Do you know what a celeste (also: celesta) is?
Well, listen first to this song and I'll explain it right afterwards.
Jammin' In Four
It's my latest addition to collection of swing songs including uncommon instruments.
Personnel: Edmond Hall – Clarinet, Charlie Christian – Guitar, Meade “Lux” Lewis – Celeste, Israel Crosby – Bass
What is a Celeste?
The celesta or celeste looks similar to an upright piano (four- or five-octave), or a large wooden music box (three-octave).

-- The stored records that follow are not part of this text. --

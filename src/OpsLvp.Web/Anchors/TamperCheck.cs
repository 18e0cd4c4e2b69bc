using OpsLvp.Core.Audit.Anchors;
using OpsLvp.Data.Stores;

namespace OpsLvp.Web.Anchors;

/// <summary>
/// The engine host's start-up checks against the key and the anchor log (docs/audit.md "Anchors", "State seal"),
/// and which entry of an append carries the readings coverage ("Readings covered").
/// </summary>
public sealed class TamperCheck(AuditStore audit, AnchorKey key, AnchorLog log, AnchorService anchors, ILogger<TamperCheck> logger)
{
    /// <summary>How many of the newest anchors (after the last reset) the start compares; <c>opslvp audit verify --anchors</c> compares all.</summary>
    private const int AnchorsCompared = 64;

    /// <summary>
    /// Null when the stored state's seal verifies and no anchor in force is past the chain's head or disagrees with it;
    /// else the mismatch and the head sequence an administrator acknowledges it with.
    /// </summary>
    public async Task<(string Text, long Head)?> CheckAsync(PersistedEngineState? persisted, CancellationToken cancellationToken)
    {
        var head = (await audit.GetHeadAsync(cancellationToken))?.Sequence ?? 0;
        var (valid, problems) = AnchorCheck.Read(log.ReadLines(), key.Fingerprint);
        foreach (var p in problems)
        {
            logger.LogError("Anchor log {Path}: {Problem}", log.Path, p.Detail);
        }
        var start = 0;
        for (var i = 0; i < valid.Count; i++)
        {
            if (valid[i].Anchor.Reset)
            {
                start = i;
            }
        }
        var inForce = valid.Skip(Math.Max(start, valid.Count - AnchorsCompared)).ToList();
        var hashes = new Dictionary<long, string>();
        foreach (var s in inForce.Select(a => a.Anchor.Sequence).Where(s => s > 0 && s <= head).Distinct())
        {
            if ((await audit.GetRangeAsync(s, s, cancellationToken)).SingleOrDefault() is { } entry)
            {
                hashes[s] = entry.Hash;
            }
        }
        var anchorProblems = AnchorCheck.Compare(inForce, head, s => hashes.GetValueOrDefault(s));
        if (anchorProblems.Count > 0)
        {
            return ($"{anchorProblems[0].Detail} (anchor log {log.Path})", head);
        }
        if (persisted is null && head > 0 && await audit.GetLastOfKindAsync("engine_started", cancellationToken) is { } started)
        {
            // every start writes the state with its engine_started entry, so a chain with one and no state row lost it
            return ($"the engine state row is missing although the engine ran (engine_started at audit entry {started.Sequence})", head);
        }
        if (persisted is not null && !key.VerifySeal(persisted))
        {
            return (persisted.StateSignature is null
                ? $"the stored engine state (audit entry {persisted.AuditSequence}) carries no seal"
                : $"the stored engine state's seal does not verify with the anchor key {key.Fingerprint[..16]}…: its state, audit sequence {persisted.AuditSequence} or hash was edited (or the key was replaced)", head);
        }
        return null;
    }

    /// <summary>The last reading id an audit entry covers (0 when none does yet).</summary>
    public async Task<long> ReadingsCoveredToAsync(CancellationToken cancellationToken)
    {
        var last = await audit.GetLastContainingAsync($"\"{ReadingsCoverage.Member}\"", cancellationToken);
        return last is null ? 0 : ReadingsCoverage.From(last.PayloadJson)?.To ?? 0;
    }

    /// <summary>Writes the reset anchor after an acknowledged mismatch.</summary>
    public Task AnchorResetAsync(CancellationToken cancellationToken)
    {
        anchors.RequestReset();
        return anchors.AnchorNowAsync("state mismatch acknowledged", cancellationToken);
    }

    /// <summary>
    /// The entry of an append that carries the readings coverage: the first transition, else the first engine event
    /// (its payload opens with <c>"event"</c>), else <c>engine_started</c> or <c>readings_covered</c>; null when the append has none of these.
    /// </summary>
    public static int? CoveringIndex(IReadOnlyList<NewAuditEntry> entries)
    {
        ArgumentNullException.ThrowIfNull(entries);
        int? engineEvent = null;
        int? started = null;
        for (var i = 0; i < entries.Count; i++)
        {
            var e = entries[i];
            if (e.Kind == "transition")
            {
                return i;
            }
            if (engineEvent is null && e.PayloadJson.StartsWith("{\"event\":", StringComparison.Ordinal))
            {
                engineEvent = i;
            }
            if (started is null && (e.Kind is "engine_started" or OpsLvp.Web.Engine.AuditEvents.ReadingsCovered))
            {
                started = i;
            }
        }
        return engineEvent ?? started;
    }
}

The keys connect to hammers that strike a graduated set of metal (usually steel) plates suspended over wooden resonators. Four- or five-octave models usually have a pedal that sustains or dampens the sound. The three-octave instruments do not have a pedal because of their small “table-top” design.
The sound of the celesta is similar to that of the glockenspiel, but with a much softer and more subtle timbre. This quality gave the instrument its name, celeste meaning “heavenly” in French.
Excerpt from Wikipedia (follow the link to read the full article).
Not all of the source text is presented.